Task to carry out: In your reply, reproduce the lines from the first one below to the line containing "await page.getByText('a model", inclusive, exactly as they stand.

*** Input material ***

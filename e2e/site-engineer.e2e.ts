import { readFileSync } from 'node:fs';
import { expect, test } from 'playwright/test';
import { faultsOf, signIn } from './session.ts';

/** The road from an IFC file and two point lists to one deviation, on a site of one's own. */
test('upload model, control and survey, fit both set-ups, check, and see one deviation', async ({ page }) => {
	const faults = faultsOf(page);
	await signIn(page, 'site-engineer');

	await page.goto('/sites');
	await page.getByRole('button', { name: 'Found a site' }).click();
	await page.getByLabel('Name', { exact: false }).first().fill('Journey yard');
	await page.getByRole('button', { name: /found/i }).last().click();
	await page.waitForURL(/\/sites\/[0-9a-f-]{36}$/);
	const site = new URL(page.url()).pathname;

	// Something else under an IFC's name is refused in words, and nothing of it stays.
	await page.goto(`${site}/model`);
	await page.setInputFiles('input[type=file]', {
		name: 'drawing.ifc',
		mimeType: 'text/plain',
		buffer: Buffer.from('%PDF-1.7 not a model'),
	});
	await page.getByRole('button', { name: 'Send and read' }).click();
	await expect(page.getByText(/was not read|is not an IFC/i).first()).toBeVisible();

	await page.setInputFiles('input[type=file]', 'fixtures/demo/pump-house.ifc');
	await page.getByText('a model of its own').click();
	await page.getByLabel('Name of the model').fill('Pump house');
	await page.getByRole('button', { name: 'Send and read' }).click();
	await expect(page.getByRole('link', { name: 'Revision 1, newest' })).toBeVisible({ timeout: 60_000 });
	await page.getByRole('link', { name: 'Revision 1, newest' }).click();
	await expect(page.getByRole('heading', { level: 1 })).toContainText('element');

	// A bad row is named, and nothing is stored before it is put right.
	await page.goto(`${site}/control`);
	const control = readFileSync('fixtures/demo/control-design.csv', 'utf8');
	const bad = control.replace(/^(C3,)[^,]+/m, '$1N/A');
	expect(bad).not.toBe(control);
	await page.setInputFiles('input[type=file]', { name: 'control.csv', mimeType: 'text/csv', buffer: Buffer.from(bad) });
	await page.getByRole('radio', { name: 'metres', exact: true }).check();
	await expect(page.getByText(/Row \d+: easting 'N\/A' is not a number\./)).toBeVisible();
	await expect(page.getByRole('button', { name: /Store \d+ control points/ })).toHaveCount(0);
	await page.setInputFiles('input[type=file]', { name: 'control.csv', mimeType: 'text/csv', buffer: Buffer.from(control) });
	await page.getByRole('radio', { name: 'metres', exact: true }).check();
	await page.getByRole('button', { name: /Store \d+ control points/ }).click();
	await expect(page.getByRole('heading', { level: 1 })).toContainText('are known in the design');

	await page.goto(`${site}/surveys`);
	await page.setInputFiles('input[type=file]', 'fixtures/demo/survey-1.csv');
	await page.getByRole('radio', { name: 'metres', exact: true }).check();
	await page.getByLabel('Observer').fill('A. Invented');
	await page.getByRole('textbox', { name: 'Instrument' }).fill('total station');
	await page.getByLabel('Its serial number').fill('000 123');
	for (const common of await page.getByLabel('Common part').all()) await common.fill('0.5');
	await page.getByRole('button', { name: /^Store .* points$/ }).click();
	await page.waitForURL(/\/surveys\/[0-9a-f-]{36}$/);
	await expect(page.getByRole('heading', { level: 1 })).toContainText('cannot be checked whole yet');

	for (const setup of ['S1', 'S2']) {
		await page
			.getByRole('listitem')
			.filter({ hasText: `Set-up ${setup}` })
			.getByRole('link', { name: 'Fit it' })
			.click();
		await expect(page.getByRole('heading', { level: 1 })).toContainText(`Set-up ${setup} fits`);
		await page.getByRole('button', { name: 'Adopt this fit' }).click();
		const dialog = page.getByRole('dialog');
		await dialog.getByLabel('Reason').fill('Residuals agree with the instrument’s σ');
		await dialog.getByRole('button', { name: 'Adopt this fit' }).click();
		await expect(page.getByRole('heading', { level: 1 })).toContainText('is tied to the design');
		await page.goBack();
	}
	await expect(page.getByRole('heading', { level: 1 })).toContainText('is tied to the design');

	await page.getByRole('link', { name: 'Check this survey' }).click();
	await page.getByRole('button', { name: 'Check now' }).last().click();
	await page.waitForURL(/\/checks\/[0-9a-f-]{36}/);
	await expect(page.getByRole('heading', { level: 1 })).toContainText(/off|too close|not seen/, { timeout: 60_000 });

	// Chosen in the table: in the address, in the card, as a whole sentence.
	const row = page.locator('tr', { hasText: /outside, by/ }).first();
	await row.click();
	await expect(page).toHaveURL(/[?&]at=/);
	await expect(page.getByText(/Allowed .+ Known to ±.+Outside, by/).first()).toBeVisible();
	const chosen = page.url();

	// The same link shows a colleague the same.
	await page.goto('/sites');
	await page.goto(chosen);
	await expect(page.getByText(/Allowed .+ Known to ±.+Outside, by/).first()).toBeVisible();

	const download = page.waitForEvent('download');
	await page.getByRole('button', { name: /CSV/ }).first().click();
	expect(readFileSync(await (await download).path(), 'utf8')).toContain('deviation');
	expect(faults()).toEqual([]);
});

*** End of Input material ***

Result:
filename e2e/site-engineer.e2e.ts
import { readFileSync } from 'node:fs';
import { expect, test } from 'playwright/test';
import { faultsOf, signIn } from './session.ts';

/** The road from an IFC file and two point lists to one deviation, on a site of one's own. */
test('upload model, control and survey, fit both set-ups, check, and see one deviation', async ({ page }) => {
	const faults = faultsOf(page);
	await signIn(page, 'site-engineer');

	await page.goto('/sites');
	await page.getByRole('button', { name: 'Found a site' }).click();
	await page.getByLabel('Name', { exact: false }).first().fill('Journey yard');
	await page.getByRole('button', { name: /found/i }).last().click();
	await page.waitForURL(/\/sites\/[0-9a-f-]{36}$/);
	const site = new URL(page.url()).pathname;

	// Something else under an IFC's name is refused in words, and nothing of it stays.
	await page.goto(`${site}/model`);
	await page.setInputFiles('input[type=file]', {
		name: 'drawing.ifc',
		mimeType: 'text/plain',
		buffer: Buffer.from('%PDF-1.7 not a model'),
	});
	await page.getByRole('button', { name: 'Send and read' }).click();
	await expect(page.getByText(/was not read|is not an IFC/i).first()).toBeVisible();

	await page.setInputFiles('input[type=file]', 'fixtures/demo/pump-house.ifc');
	await page.getByText('a model of its own').click();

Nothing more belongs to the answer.